REQUIREMENT:
Whenever a line in the data contains "ArrayLike", show that line.

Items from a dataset
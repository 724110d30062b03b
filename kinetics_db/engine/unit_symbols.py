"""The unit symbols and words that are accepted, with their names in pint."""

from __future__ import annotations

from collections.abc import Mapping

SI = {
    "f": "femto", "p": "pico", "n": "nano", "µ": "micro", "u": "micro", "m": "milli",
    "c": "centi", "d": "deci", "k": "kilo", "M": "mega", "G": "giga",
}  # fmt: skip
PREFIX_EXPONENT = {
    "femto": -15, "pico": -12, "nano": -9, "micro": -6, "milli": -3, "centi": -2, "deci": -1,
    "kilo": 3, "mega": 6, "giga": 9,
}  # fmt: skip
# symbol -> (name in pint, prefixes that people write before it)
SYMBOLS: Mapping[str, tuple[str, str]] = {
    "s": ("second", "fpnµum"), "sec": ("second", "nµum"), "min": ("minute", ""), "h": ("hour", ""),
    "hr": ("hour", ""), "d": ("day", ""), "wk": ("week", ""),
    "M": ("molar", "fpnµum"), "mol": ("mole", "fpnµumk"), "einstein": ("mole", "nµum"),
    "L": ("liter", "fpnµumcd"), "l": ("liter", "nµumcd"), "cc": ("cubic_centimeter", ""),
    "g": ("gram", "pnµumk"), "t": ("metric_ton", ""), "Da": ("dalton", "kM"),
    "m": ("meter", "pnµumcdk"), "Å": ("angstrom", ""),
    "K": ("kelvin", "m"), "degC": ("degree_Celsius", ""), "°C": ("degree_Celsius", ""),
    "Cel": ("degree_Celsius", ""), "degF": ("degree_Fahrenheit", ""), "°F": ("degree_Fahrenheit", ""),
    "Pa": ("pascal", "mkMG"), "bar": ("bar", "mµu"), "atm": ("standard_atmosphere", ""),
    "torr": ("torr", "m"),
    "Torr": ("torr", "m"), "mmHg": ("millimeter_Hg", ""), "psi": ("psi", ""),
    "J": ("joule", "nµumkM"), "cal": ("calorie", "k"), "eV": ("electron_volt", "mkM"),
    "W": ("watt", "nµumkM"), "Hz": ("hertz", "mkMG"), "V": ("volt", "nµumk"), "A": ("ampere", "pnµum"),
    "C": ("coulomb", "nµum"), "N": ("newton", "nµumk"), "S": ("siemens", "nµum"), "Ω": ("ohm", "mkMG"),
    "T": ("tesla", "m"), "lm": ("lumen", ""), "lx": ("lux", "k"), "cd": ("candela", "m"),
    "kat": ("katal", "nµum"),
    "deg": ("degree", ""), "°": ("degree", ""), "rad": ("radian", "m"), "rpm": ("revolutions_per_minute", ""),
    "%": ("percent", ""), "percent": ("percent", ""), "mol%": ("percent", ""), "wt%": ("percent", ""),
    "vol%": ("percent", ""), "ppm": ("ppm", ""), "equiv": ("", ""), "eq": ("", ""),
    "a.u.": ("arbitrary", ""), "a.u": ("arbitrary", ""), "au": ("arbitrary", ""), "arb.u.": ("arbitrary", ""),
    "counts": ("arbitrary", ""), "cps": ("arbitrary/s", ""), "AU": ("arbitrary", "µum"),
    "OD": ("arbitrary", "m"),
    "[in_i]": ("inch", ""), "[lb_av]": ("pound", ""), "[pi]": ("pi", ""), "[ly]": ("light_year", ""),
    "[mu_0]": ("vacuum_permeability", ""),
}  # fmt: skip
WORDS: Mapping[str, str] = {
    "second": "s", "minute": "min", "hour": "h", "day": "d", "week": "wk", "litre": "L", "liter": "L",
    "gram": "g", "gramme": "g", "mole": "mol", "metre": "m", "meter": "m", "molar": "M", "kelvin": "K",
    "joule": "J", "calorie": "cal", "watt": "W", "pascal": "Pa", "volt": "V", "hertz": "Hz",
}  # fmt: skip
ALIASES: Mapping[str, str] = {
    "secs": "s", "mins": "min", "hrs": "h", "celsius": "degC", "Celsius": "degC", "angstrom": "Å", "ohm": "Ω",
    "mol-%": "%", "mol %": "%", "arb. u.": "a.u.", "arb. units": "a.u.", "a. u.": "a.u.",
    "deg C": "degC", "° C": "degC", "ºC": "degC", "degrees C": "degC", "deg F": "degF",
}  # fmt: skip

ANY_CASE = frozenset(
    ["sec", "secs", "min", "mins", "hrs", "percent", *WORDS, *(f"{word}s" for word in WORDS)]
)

--

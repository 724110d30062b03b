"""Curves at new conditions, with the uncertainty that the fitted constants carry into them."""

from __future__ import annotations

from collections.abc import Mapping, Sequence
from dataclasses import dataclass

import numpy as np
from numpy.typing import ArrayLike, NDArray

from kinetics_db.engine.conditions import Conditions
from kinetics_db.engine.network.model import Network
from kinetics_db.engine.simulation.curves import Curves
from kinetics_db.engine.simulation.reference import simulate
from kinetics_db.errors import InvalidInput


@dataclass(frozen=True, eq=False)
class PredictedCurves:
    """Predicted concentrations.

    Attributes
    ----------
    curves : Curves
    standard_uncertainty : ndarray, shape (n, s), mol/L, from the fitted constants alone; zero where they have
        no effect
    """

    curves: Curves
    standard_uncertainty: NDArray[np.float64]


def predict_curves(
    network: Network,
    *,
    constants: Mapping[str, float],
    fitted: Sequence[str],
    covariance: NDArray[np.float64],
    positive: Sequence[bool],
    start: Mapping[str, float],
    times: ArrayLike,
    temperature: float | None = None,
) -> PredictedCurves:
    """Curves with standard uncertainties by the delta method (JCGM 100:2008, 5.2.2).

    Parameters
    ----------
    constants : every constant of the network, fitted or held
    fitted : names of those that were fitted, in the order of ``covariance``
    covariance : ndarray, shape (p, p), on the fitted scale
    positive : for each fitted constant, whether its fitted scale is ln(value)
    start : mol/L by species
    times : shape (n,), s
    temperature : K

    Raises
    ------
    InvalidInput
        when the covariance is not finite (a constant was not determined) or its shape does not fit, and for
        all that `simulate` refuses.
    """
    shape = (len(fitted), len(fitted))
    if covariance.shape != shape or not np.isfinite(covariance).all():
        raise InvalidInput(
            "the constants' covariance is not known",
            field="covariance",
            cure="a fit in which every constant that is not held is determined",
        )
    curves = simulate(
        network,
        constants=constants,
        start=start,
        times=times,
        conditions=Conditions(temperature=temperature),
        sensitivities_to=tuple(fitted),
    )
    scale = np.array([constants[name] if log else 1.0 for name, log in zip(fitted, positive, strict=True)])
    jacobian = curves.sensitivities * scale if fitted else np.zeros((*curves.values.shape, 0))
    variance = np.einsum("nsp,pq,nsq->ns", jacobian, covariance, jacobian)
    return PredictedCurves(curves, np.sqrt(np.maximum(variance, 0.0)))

SOLUTION TO THIS TASK:
from numpy.typing import ArrayLike, NDArray
    times: ArrayLike,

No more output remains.